---------- Information provided ----------

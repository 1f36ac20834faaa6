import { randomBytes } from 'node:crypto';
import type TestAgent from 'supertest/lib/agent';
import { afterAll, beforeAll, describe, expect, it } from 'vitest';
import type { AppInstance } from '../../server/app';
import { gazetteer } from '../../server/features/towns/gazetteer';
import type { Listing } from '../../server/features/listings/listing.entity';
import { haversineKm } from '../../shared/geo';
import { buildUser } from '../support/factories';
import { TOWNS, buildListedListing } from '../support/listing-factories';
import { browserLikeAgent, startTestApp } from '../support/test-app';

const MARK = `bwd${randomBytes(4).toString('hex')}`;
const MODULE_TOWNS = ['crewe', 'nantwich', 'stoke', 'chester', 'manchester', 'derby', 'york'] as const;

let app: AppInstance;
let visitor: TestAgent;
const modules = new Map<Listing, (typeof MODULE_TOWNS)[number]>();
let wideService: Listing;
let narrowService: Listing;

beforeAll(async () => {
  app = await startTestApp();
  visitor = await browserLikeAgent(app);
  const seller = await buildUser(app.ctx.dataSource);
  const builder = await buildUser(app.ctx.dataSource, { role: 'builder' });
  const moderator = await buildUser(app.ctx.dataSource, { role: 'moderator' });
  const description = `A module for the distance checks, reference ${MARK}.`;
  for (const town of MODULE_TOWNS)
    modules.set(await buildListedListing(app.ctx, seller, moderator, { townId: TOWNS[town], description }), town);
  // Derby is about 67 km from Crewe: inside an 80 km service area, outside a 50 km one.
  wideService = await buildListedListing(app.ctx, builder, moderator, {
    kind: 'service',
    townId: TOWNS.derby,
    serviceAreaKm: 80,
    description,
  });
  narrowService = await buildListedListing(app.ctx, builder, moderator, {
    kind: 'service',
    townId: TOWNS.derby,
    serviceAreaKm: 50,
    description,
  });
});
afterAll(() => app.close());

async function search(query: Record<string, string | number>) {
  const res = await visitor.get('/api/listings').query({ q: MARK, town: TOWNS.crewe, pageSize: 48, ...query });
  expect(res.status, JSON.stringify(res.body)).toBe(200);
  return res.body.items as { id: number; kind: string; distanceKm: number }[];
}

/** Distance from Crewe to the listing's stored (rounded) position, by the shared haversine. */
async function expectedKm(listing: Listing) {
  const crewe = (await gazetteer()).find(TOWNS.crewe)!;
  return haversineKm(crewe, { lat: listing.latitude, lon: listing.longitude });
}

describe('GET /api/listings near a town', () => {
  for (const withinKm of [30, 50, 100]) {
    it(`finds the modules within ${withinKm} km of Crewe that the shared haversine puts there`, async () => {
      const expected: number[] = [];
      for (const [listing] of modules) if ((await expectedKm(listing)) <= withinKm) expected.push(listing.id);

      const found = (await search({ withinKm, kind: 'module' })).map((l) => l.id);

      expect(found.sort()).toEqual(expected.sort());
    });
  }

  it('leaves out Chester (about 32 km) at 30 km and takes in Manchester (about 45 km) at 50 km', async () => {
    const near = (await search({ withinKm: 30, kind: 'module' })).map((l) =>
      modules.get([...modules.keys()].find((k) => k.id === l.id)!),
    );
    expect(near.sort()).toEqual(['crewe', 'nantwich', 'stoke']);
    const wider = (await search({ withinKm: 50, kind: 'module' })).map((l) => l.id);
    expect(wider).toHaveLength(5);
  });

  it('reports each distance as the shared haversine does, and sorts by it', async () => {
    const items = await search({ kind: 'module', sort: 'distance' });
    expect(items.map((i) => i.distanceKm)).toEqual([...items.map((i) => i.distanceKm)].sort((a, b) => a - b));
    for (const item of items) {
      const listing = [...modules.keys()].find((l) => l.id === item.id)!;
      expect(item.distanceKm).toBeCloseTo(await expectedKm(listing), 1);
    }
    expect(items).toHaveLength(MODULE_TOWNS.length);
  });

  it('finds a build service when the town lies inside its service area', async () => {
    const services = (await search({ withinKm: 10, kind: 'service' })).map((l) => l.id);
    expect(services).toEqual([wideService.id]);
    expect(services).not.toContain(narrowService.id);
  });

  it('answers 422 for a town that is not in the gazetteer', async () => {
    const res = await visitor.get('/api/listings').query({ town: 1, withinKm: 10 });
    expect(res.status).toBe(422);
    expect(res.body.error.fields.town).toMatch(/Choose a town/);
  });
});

----------

--- Problem description ---
Show all lines from the data that contain "near".

--- Result of this task ---
describe('GET /api/listings near a town', () => {
    const near = (await search({ withinKm: 30, kind: 'module' })).map((l) =>
    expect(near.sort()).toEqual(['crewe', 'nantwich', 'stoke']);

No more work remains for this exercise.